═════ Data shown
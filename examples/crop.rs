// Local helper (not committed): render a region of an SVG sheet to PNG.
fn main() {
    let a: Vec<String> = std::env::args().collect();
    let svg = std::fs::read_to_string(&a[1]).unwrap();
    let vb = format!("viewBox=\"{}\"", a[3]);
    let re = svg.replacen("viewBox=\"0 0 297 210\"", &vb, 1);
    let parts: Vec<f64> = a[3].split(' ').map(|x| x.parse().unwrap()).collect();
    let re = re
        .replacen("width=\"297mm\"", &format!("width=\"{}mm\"", parts[2]), 1)
        .replacen("height=\"210mm\"", &format!("height=\"{}mm\"", parts[3]), 1);
    let png = beltwright::draw::export::to_png(&re, a[4].parse().unwrap()).unwrap();
    std::fs::write(&a[2], png).unwrap();
}
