#[test]
fn small_truths() {
    let out = run(&["pitch", "layouts/pump-rewind.toml", "--suppress", "1,5"]);
    assert_eq!(out.status.code(), Some(2));
    let f = temp_layout(CORE_36_4);
    let out = run(&["plan", f.path().to_str().expect("utf-8")]);
    assert!(String::from_utf8_lossy(&out.stdout).contains("1 turn per coil (assumed"));
    let out = run(&["plan", "layouts/pallet-shuttle.toml", "--slip", "-0.1"]);
    assert!(out.status.success());
    assert!(String::from_utf8_lossy(&out.stdout).contains("(generating)"));
    let out = run(&["field", "layouts/pallet-shuttle.toml", "--slip", "1.2"]);
    assert!(String::from_utf8_lossy(&out.stdout).contains("plugging"));
}

fn all_finite(v: &serde_json::Value) -> bool {
    match v {
        serde_json::Value::Number(n) => n.as_f64().is_some_and(f64::is_finite),
        serde_json::Value::Array(a) => a.iter().all(all_finite),
        serde_json::Value::Object(o) => o.values().all(all_finite),
        _ => true,
    }
}

proptest! {
    #![proptest_config(ProptestConfig::with_cases(48))]
    // Every number in every report of a planned or recorded winding is finite.
    #[test]
    fn every_output_number_is_finite(
        z in 6usize..60, p2 in 1usize..12, layers in 1usize..=2, linear in any::<bool>(),
        reverse in 0usize..8,
    ) {
        let topo = if linear { "linear" } else { "rotary" };
        let p2 = if linear { p2 } else { 2 * p2.div_ceil(2) };
        let src = format!("[machine]\ntopology = \"{topo}\"\nslots = {z}\npoles = {p2}\n[winding]\nlayers = {layers}\nturns_per_coil = 5\n[core]\nslot_pitch_mm = 10.0\nstack_mm = 50.0\nairgap_mm = 1.0\n[supply]\nfrequency_hz = 50.0\nline_voltage_v = 400.0\n[wire]\ndiameter_mm = 0.5\n[secondary]\nthickness_mm = 3.0\n");
        let Ok(spec) = layout::parse(&src, "p.toml") else { return Ok(()); };
        let Ok(mut w) = winding::build(&spec) else { return Ok(()); };
        // A faulty record too: one coil reversed.
        if let Some(c) = w.coils.get_mut(reverse) { std::mem::swap(&mut c.go, &mut c.back); }
        let check = |v: serde_json::Value| all_finite(&v);
        let j = |s: String| serde_json::from_str::<serde_json::Value>(&s).expect("json");
        prop_assert!(check(j(render(&audit::audit(&w, None), Format::Json).expect("json"))));
        prop_assert!(check(j(render(&plan::plan(&w, Default::default()), Format::Json).expect("json"))));
        prop_assert!(check(j(render(&factors::factor_table(&w, 13.0), Format::Json).expect("json"))));
        prop_assert!(check(j(render(&beltwright::card::card(&w), Format::Json).expect("json"))));
        if let Ok(i) = beltwright::inductance::inductance(&w, false) {
            prop_assert!(check(j(render(&i, Format::Json).expect("json"))));
        }
        let q = beltwright::thrust::ThrustQuery { current_a: None, slip_from: -0.5, slip_to: 1.5, steps: 8, end_effect: true };
        if let Ok(t) = beltwright::thrust::thrust(&w, &q) {
            prop_assert!(check(j(render(&t, Format::Json).expect("json"))));
        }
        // The loadings of the winding, and a sizing of its bare core (with a flat primary's
        // thrust target), on a core with teeth, back iron and a nameplate.
        let cored = src.replace("stack_mm = 50.0", "stack_mm = 50.0\ntooth_width_mm = 5.0\nyoke_depth_mm = 12.0\nslot_depth_mm = 20.0")
            + "[nameplate]\npower_kw = 1.5\n";
        if let Ok(spec) = layout::parse(&cored, "c.toml") {
            if let Ok(w) = winding::build(&spec) {
                let l = beltwright::loading::report(&w, &Default::default(), 1.0);
                if let Ok(l) = l {
                    prop_assert!(check(j(render(&l, Format::Json).expect("json"))));
                }
            }
            let req = beltwright::sizing::Request {
                thrust: linear.then_some((20.0, beltwright::sizing::At::Slip(0.3))),
                ..Default::default()
            };
            if let Ok(z) = beltwright::sizing::size(&spec.labels, &spec.design, &req) {
                prop_assert!(check(j(render(&z, Format::Json).expect("json"))));
            }
        }
    }
}

fn gcd(a: usize, b: usize) -> usize {
    if b == 0 { a } else { gcd(b, a % b) }
}

// Fractional-slot winding theory (e.g. Pyrhönen et al. 2014, §2.4; from memory): a balanced
// three-phase single-layer winding exists when Z is even and Z/(3·gcd(Z, p)) is whole, a
// double-layer one when Z/(3·gcd(Z, p)) is whole. The planner builds exactly those, the
// survey agrees row by row, and the audit rates every planned coil list sound with the
// same k_w1.
#[test]
fn plan_survey_and_audit_agree_on_what_exists() {
    use beltwright::survey::{self, SurveyQuery};
    let query = SurveyQuery {
        slots: 6..=72,
        poles: 2..=24,
        layers: vec![1, 2],
        phases: 3,
        topology: beltwright::winding::Topology::Rotary,
    };
    let report = survey::survey(&query, &|| {});
    // Every combination the query names is a row, in slot, pole, layer order (counted here
    // from the ranges, not from the report).
    let asked: Vec<(usize, usize, usize)> = (6..=72usize)
        .flat_map(|z| (2..=24usize).step_by(2).map(move |p2| (z, p2)))
        .flat_map(|(z, p2)| [1usize, 2].map(|l| (z, p2, l)))
        .collect();
    let rows: Vec<(usize, usize, usize)> = report
        .rows
        .iter()
        .map(|r| (r.slots, r.poles, r.layers))
        .collect();
    assert_eq!(
        rows, asked,
        "the survey reports every combination asked for"
    );
    let mut expected = 0usize;
    let mut checked = 0;
    for row in &report.rows {
        let (z, p2, layers) = (row.slots, row.poles, row.layers);
        if p2 % 2 == 1 {
            continue;
        }
        let p = p2 / 2;
        let whole = z % (3 * gcd(z, p)) == 0;
        let theory = if layers == 1 {
            whole && z % 2 == 0
        } else {
            whole
        };
        let src = format!(
            "[machine]\ntopology = \"rotary\"\nslots = {z}\npoles = {p2}\n[winding]\nlayers = {layers}\n"
        );
        let spec = layout::parse(&src, "t.toml").expect("valid");
        let built = winding::build(&spec);
        // A span that links no flux (2p = Z) is no winding, whatever the belts say.
        if p2 == z || (layers == 1 && p2 * 2 == z && z % 3 != 0) {
            continue;
        }
        assert_eq!(
            built.is_ok(),
            theory,
            "{z}/{p2} layers {layers}: {:?}",
            built.err()
        );
        assert_eq!(row.feasible, theory, "{z}/{p2} layers {layers}: survey");
        expected += usize::from(theory);
        if let Ok(w) = built {
            let a = audit::audit(&w, None);
            assert!(a.balanced && a.sound, "{z}/{p2}/{layers}: {:?}", a.findings);
            // The survey's span, built by the planner, has the survey's k_w1, and every
            // coil of it spans what the row says.
            let y = row.pitch.expect("a feasible row names its span");
            let at = winding::build(&layout::Spec::of(spec.design.with_span(y)))
                .unwrap_or_else(|e| panic!("{z}/{p2}/{layers} at span {y}: {e}"));
            assert_eq!(
                at.pitch, y,
                "{z}/{p2}/{layers}: span reported is span built"
            );
            let kw = factors::fundamental(&at).winding;
            let k = row.winding.expect("k_w1");
            assert!((kw - k).abs() < 1e-9, "{z}/{p2}/{layers}: {kw} vs {k}");
            // Symmetry from the coils: the survey's periodicity and pull are the plan's.
            let pl = plan::plan(&at, Default::default());
            assert_eq!(
                row.periodicity, pl.periodicity,
                "{z}/{p2}/{layers}: periodicity"
            );
            assert_eq!(
                row.unbalanced_pull, pl.unbalanced_pull,
                "{z}/{p2}/{layers}: pull"
            );
            checked += 1;
        }
    }
    // Every combination the feasibility rule (Z/(m·gcd(Z, p)) whole, worked out above from
    // the counts alone) calls windable was built and checked row by row, and there were some;
    // a survey that silently drops rows fails the row list above.
    assert!(expected > 0);
    assert_eq!(checked, expected);
}

// Single-layer tooth coils wind every other tooth, so they repeat gcd(Z/2, p) times, not
// gcd(Z, p): 12 slots, 8 poles gives 2 against the double layer's gcd(12, 4) = 4 (counted
// from the coil list, as the symmetry of the winding itself).
#[test]
fn periodicity_comes_from_the_coils() {
    let src = |layers: usize| {
        format!(
            "[machine]\ntopology = \"rotary\"\nslots = 12\npoles = 8\n[winding]\nlayers = {layers}\npitch = 1\n"
        )
    };
    let single = plan::plan(&wind(&src(1)), Default::default());
    let double = plan::plan(&wind(&src(2)), Default::default());
    assert_eq!(single.periodicity, Some(2));
    assert_eq!(double.periodicity, Some(4));
    // 9 slots, 8 poles: no symmetry at all, so unbalanced pull (common practice for odd
    // slot counts with t = 1).
    let nine = plan::plan(
        &wind(
            "[machine]\ntopology = \"rotary\"\nslots = 9\npoles = 8\n[winding]\nlayers = 2\npitch = 1\n",
        ),
        Default::default(),
    );
    assert_eq!(nine.periodicity, Some(1));
    assert_eq!(nine.unbalanced_pull, Some(true));
}
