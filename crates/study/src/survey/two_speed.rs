//! Which slot and pole counts carry a pole-changing winding (one winding, 1:2, consequent
//! poles) and at what span: every combination of the query is judged by
//! [`pole_change::fits`]; each one that fits is synthesized at every span up to the higher
//! speed's pole pitch and judged at both pole counts ([`crate::speeds::spans_at_both`]), and
//! the best span is [`crate::speeds::best_span`]'s (the smaller k_w1 largest).

use rayon::prelude::*;
use serde::Serialize;

use super::SurveyQuery;
use crate::design::{Design, PoleChange};
use crate::winding::{Topology, pole_change};

/// One slot/pole/layer combination for a pole-changing winding.
#[derive(Debug, Clone, PartialEq, Serialize, schemars::JsonSchema)]
pub struct TwoSpeedRow {
    /// Slots Z.
    pub slots: usize,
    /// Poles at the higher speed (as laid out).
    pub poles: usize,
    /// Poles at the lower speed (twice as many).
    pub low_speed_poles: usize,
    /// Layers.
    pub layers: usize,
    /// Whole slots per pole and phase at the higher speed's poles, so both counts balance.
    pub fits: bool,
    /// The span whose smaller k_w1 is largest (the shorter of equals).
    pub best_span: Option<usize>,
    /// k_w1 at the lower speed, at that span.
    pub low_speed_winding_factor: Option<f64>,
    /// k_w1 at the higher speed, at that span.
    pub high_speed_winding_factor: Option<f64>,
}

/// The survey of pole-changing windings.
#[derive(Debug, Clone, PartialEq, Serialize, schemars::JsonSchema)]
pub struct TwoSpeedSurvey {
    /// Every combination, in slot, pole and layer order.
    pub rows: Vec<TwoSpeedRow>,
}

/// Largest [`work`] one pole-changing survey takes on (measured on the 2-core machine:
/// 600..=1200 slots at 2 and 4 poles is 5.3e7 and took 14.5 s in a debug build, so the
/// bound is about half a minute there; a release build was not timed).
pub const MAX_WORK: f64 = 1.0e8;

/// The survey's work: Σ over the combinations that fit of spans × slots (each span is a
/// winding synthesized and judged at two pole counts).
pub fn work(query: &SurveyQuery) -> f64 {
    super::combinations(query)
        .iter()
        .filter(|&&(z, p, _)| pole_change::fits(z, p, query.phases))
        .map(|&(z, p, _)| (z / p) as f64 * z as f64)
        .sum()
}

/// Survey `query` (a rotary three-phase core) for pole-changing windings. Rows that do not
/// fit carry no span.
pub fn two_speed(query: &SurveyQuery) -> TwoSpeedSurvey {
    let combos = super::combinations(query);
    let rows = combos
        .par_iter()
        .map(|&(z, poles, layers)| row(query, z, poles, layers))
        .collect();
    TwoSpeedSurvey { rows }
}

fn row(query: &SurveyQuery, z: usize, poles: usize, layers: usize) -> TwoSpeedRow {
    let fits = query.topology == Topology::Rotary && pole_change::fits(z, poles, query.phases);
    let mut r = TwoSpeedRow {
        slots: z,
        poles,
        low_speed_poles: 2 * poles,
        layers,
        fits,
        best_span: None,
        low_speed_winding_factor: None,
        high_speed_winding_factor: None,
    };
    if !fits {
        return r;
    }
    let design = Design {
        pole_change: Some(PoleChange::StarDoubleStar),
        ..Design::basic(Topology::Rotary, z, poles, layers)
    };
    let Ok(w) = crate::winding::build(&crate::spec::Spec::of(design)) else {
        return r;
    };
    let spans = crate::speeds::spans_at_both(&w);
    if let Some(best) = crate::speeds::best_span(&spans)
        && let Some(s) = spans.iter().find(|s| s.span == best)
    {
        r.best_span = Some(best);
        r.low_speed_winding_factor = Some(s.low_speed_winding_factor);
        r.high_speed_winding_factor = Some(s.high_speed_winding_factor);
    }
    r
}
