describe('markdown with HTML in inject bodies', () => {
  const PAYLOADS = [
    '<script>alert("x")</script>',
    '<img src=x onerror="alert(1)">',
    '<a href="javascript:alert(1)">link</a> and [md link](javascript:alert(1))',
    '<svg onload=alert(1)><iframe srcdoc="<script>alert(1)</script>">',
    '**bold** <div onmouseover="alert(1)">hover</div>',
  ]

  it('is stored and delivered as the markdown text it is, never turned into HTML by the server', async () => {
    for (const [i, body] of PAYLOADS.entries()) {
      const res = await facilitator.post(
        x('/messages'),
        { teams: ['science'], title: `Payload ${i}`, body, kind: 'message', idempotencyKey: `payload-${i}-0000` },
      )
      count('markdown payloads')
      expect(res.status).toBe(201)
      expect(res.json.event.data.body).toBe(body)
    }
    const seen = (await science.get(x('/events'))).json.events.filter((e: { type: string }) => e.type === 'message.sent')
    expect(seen.map((e: { data: { body: string } }) => e.data.body)).toEqual(PAYLOADS)
    const live = (await science.get(x('/live'))).json
    expect(JSON.stringify(live)).toContain(JSON.stringify(PAYLOADS[1]).slice(1, -1))
  })

  it('an imported scenario with such bodies keeps them as text', async () => {
    const doc = { ...structuredClone(demo), key: 'payload-scenario', title: 'Payloads' }
    doc.injects[0]!.body = PAYLOADS.join('\n\n')
    const res = await upload(facilitator, '/api/scenarios/import?onConflict=copy', 'p.yaml', stringifyScenario(doc))
    count('markdown payloads')
    expect(res.status).toBe(201)
    const saved = (await facilitator.get(`/api/scenarios/${res.json.id}`)).json.document as Scenario
    expect(saved.injects[0]!.body).toBe(PAYLOADS.join('\n\n'))
  })
})

describe('formula injection in exports', () => {
  it('no CSV or XLSX cell starts a formula, whatever players and evaluators write', async () => {
    const released = demo.injects.find(i => !i.contingency && i.teams.includes('science'))!.key
    await facilitator.post(x(`/injects/${released}/release`))
    const formula = fc.tuple(fc.constantFrom('=', '+', '-', '@', '\t', '\r', '=cmd|', '@SUM('), fc.string({ minLength: 1, maxLength: 40 }))
      .map(([a, b]) => `${a}${b}`).filter(s => s.trim().length > 0)
    let n = 0
    await fc.assert(fc.asyncProperty(formula, async (text) => {
      n++
      const key = `formula-${n}-${Date.now()}`
      const r = await science.post(x('/responses'), { injectKey: released, text, idempotencyKey: key })
      const o = await evaluator.post(x('/observations'), { text, idempotencyKey: key })
      count('formula cells', 2)
      expect([r.status, o.status]).toEqual([201, 201])
    }), { numRuns: RUNS })
    const csv = await facilitator.call('GET', x('/timeline.csv'))
    expect(csv.status).toBe(200)
    const cells = Papa.parse<string[]>(csv.text.replace(/^\uFEFF/, ''), { skipEmptyLines: true, delimiter: ',' }).data.flat()
    expect(cells.filter(c => /^[=+\-@\t\r]/.test(c))).toEqual([])
    expect(cells.filter(c => /^'[=+\-@\t\r]/.test(c)).length).toBeGreaterThanOrEqual(RUNS)
    const xlsx = await fetch(`${server.base}${x('/timeline.xlsx')}`, { headers: { cookie: facilitator.cookie } })
    const book = new ExcelJS.Workbook()
    await book.xlsx.load(Buffer.from(await xlsx.arrayBuffer()) as unknown as ArrayBuffer)
    const values: unknown[] = []
    book.eachSheet(sheet => sheet.eachRow(row => row.eachCell((cell) => {
      values.push(cell.value)
      expect(cell.type, `a formula cell at ${cell.address}`).not.toBe(ExcelJS.ValueType.Formula)
    })))
    expect(values.filter(v => typeof v === 'string' && /^[=+\-@\t\r]/.test(v))).toEqual([])
  }, 120_000)
})

describe('the server after all this', () => {
  it('is up and logged no unhandled error', async () => {
    expect((await anonymous.get('/api/health')).status).toBe(200)
    expect(server.log).not.toMatch(/\[unhandled\]|\[request error\]/)
  })
})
══════════
Problem to work on
In the entries above, find each line that has the word "parts". Copy it.

Output of the task
    let parts: Vec<f64> = a[3].split(' ').map(|x| x.parse().unwrap()).collect();
        .replacen("width=\"297mm\"", &format!("width=\"{}mm\"", parts[2]), 1)
        .replacen("height=\"210mm\"", &format!("height=\"{}mm\"", parts[3]), 1);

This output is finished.